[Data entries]

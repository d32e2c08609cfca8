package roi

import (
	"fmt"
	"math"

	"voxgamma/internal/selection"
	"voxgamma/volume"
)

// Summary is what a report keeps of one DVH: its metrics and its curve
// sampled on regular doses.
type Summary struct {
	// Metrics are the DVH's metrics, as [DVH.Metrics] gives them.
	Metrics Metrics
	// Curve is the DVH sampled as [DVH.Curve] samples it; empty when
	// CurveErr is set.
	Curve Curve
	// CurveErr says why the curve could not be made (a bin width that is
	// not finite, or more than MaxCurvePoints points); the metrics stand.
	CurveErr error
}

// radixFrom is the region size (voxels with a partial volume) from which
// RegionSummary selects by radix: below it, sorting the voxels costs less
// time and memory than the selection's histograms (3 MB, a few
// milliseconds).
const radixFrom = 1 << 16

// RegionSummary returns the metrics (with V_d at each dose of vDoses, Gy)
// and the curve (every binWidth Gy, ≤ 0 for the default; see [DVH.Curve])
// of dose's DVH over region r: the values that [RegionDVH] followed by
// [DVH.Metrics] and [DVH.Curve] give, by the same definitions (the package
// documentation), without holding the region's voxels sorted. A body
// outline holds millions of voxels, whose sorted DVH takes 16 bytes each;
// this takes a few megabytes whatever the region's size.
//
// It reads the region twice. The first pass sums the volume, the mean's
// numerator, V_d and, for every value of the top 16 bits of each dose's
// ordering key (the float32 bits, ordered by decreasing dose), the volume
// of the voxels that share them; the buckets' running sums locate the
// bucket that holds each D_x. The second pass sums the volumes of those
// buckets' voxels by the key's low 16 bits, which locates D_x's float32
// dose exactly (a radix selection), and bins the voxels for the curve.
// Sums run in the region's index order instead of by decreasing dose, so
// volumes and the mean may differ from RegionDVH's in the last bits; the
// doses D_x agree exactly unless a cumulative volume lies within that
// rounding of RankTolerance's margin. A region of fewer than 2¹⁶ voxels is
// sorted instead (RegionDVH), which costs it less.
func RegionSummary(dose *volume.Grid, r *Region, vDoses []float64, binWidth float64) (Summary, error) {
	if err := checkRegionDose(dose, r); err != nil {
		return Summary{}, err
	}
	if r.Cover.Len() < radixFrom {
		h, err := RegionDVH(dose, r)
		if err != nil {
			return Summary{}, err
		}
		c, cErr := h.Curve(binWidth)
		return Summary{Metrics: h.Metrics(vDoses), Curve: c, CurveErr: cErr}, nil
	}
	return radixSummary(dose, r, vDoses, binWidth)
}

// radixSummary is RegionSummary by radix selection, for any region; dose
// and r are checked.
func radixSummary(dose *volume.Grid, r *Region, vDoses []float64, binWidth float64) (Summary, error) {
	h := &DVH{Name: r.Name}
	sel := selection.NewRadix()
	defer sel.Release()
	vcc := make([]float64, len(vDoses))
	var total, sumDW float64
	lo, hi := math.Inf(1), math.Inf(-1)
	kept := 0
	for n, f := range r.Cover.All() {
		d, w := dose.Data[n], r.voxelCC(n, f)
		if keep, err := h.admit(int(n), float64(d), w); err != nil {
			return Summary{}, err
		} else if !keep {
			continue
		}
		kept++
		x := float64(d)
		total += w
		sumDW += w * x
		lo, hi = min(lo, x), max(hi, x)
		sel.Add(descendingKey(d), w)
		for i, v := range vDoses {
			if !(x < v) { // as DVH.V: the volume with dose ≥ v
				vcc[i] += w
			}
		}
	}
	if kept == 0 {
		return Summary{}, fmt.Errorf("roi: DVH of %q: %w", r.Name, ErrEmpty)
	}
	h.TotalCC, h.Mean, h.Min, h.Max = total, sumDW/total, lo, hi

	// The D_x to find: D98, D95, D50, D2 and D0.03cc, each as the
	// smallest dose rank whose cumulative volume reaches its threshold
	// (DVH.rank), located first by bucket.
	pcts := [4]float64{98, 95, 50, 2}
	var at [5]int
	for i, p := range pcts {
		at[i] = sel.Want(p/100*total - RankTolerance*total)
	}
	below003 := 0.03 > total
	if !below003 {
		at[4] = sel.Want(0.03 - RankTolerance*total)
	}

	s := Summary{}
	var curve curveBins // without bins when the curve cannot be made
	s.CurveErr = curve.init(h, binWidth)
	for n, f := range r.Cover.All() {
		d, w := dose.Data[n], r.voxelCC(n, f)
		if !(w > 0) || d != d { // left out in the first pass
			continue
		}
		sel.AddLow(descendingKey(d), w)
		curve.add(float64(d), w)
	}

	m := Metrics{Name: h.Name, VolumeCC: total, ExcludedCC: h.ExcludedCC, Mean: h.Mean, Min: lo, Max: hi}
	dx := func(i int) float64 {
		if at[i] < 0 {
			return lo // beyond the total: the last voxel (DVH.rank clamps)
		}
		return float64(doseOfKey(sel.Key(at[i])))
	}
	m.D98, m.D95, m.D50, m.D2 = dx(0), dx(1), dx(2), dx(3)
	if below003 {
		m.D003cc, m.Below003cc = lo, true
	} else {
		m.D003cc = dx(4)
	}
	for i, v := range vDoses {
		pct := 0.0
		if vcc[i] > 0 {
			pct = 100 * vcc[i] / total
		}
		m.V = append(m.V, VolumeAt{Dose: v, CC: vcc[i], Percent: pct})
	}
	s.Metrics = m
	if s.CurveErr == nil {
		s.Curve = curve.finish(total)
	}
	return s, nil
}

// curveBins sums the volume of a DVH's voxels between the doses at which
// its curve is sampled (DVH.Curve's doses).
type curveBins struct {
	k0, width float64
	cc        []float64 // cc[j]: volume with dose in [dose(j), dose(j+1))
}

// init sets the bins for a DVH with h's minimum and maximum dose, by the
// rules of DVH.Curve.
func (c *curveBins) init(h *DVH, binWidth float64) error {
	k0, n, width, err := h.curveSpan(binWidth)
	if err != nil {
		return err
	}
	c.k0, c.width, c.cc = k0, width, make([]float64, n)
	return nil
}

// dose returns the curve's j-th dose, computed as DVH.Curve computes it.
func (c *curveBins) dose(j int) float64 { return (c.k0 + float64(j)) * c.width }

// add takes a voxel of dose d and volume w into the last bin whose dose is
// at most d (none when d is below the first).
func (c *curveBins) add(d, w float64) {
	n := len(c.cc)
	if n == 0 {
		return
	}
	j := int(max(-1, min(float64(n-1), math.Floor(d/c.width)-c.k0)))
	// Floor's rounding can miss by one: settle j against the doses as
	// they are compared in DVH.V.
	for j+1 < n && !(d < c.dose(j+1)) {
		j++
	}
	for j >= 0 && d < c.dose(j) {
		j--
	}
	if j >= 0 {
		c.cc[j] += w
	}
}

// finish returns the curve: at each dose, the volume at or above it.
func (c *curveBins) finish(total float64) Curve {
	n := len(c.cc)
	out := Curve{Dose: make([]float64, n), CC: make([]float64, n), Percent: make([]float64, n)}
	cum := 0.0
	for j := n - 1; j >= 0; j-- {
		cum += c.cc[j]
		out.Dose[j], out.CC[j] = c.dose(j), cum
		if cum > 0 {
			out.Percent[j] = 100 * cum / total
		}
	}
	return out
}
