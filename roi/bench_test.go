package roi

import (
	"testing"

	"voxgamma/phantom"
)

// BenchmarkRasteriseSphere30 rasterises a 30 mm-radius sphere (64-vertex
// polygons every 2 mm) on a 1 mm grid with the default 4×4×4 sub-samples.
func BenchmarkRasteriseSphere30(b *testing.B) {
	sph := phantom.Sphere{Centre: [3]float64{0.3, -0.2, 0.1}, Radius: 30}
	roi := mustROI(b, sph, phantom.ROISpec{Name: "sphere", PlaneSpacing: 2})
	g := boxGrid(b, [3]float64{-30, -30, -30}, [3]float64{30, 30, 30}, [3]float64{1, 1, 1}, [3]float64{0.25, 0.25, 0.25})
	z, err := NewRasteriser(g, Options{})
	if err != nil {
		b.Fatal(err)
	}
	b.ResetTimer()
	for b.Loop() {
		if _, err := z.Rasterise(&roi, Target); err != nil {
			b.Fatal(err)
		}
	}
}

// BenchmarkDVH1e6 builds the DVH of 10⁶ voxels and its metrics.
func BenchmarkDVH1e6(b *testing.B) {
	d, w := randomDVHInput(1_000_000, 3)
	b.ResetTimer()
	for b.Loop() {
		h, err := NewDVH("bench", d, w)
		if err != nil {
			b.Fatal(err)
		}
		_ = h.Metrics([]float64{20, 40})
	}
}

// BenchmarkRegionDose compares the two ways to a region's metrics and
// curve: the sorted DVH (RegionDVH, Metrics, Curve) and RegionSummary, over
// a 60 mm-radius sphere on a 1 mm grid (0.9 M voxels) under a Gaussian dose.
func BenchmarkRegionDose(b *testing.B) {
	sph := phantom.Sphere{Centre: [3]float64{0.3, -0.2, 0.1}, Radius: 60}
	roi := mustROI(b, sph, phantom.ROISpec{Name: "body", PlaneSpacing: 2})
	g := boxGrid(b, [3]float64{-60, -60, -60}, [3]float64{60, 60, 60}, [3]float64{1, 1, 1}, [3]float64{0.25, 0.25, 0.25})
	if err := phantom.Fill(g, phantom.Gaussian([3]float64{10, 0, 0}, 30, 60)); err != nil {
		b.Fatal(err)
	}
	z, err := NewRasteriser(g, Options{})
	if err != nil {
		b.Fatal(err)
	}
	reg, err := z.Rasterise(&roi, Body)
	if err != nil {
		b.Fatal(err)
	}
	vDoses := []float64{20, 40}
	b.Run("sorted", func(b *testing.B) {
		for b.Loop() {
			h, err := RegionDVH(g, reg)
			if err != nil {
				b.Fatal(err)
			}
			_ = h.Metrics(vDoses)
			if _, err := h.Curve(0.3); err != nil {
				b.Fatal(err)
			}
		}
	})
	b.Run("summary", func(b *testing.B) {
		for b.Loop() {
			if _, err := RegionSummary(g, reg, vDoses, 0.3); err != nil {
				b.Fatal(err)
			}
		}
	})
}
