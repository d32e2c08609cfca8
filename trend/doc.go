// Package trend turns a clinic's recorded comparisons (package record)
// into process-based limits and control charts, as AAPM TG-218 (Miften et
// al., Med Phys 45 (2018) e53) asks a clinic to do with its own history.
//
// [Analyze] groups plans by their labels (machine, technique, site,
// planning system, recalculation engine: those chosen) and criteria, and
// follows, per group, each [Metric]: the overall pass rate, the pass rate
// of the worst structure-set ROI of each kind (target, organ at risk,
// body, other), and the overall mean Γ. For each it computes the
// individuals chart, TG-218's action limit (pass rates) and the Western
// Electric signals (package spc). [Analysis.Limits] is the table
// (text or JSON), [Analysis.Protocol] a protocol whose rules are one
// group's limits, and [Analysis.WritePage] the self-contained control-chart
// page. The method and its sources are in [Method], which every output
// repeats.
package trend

* [ABOUT THIS TASK]: Reproduce every line above that contains the string "Analysis".

* [RESPONSE TO THIS TASK]:
// Electric signals (package spc). [Analysis.Limits] is the table
// (text or JSON), [Analysis.Protocol] a protocol whose rules are one
// group's limits, and [Analysis.WritePage] the self-contained control-chart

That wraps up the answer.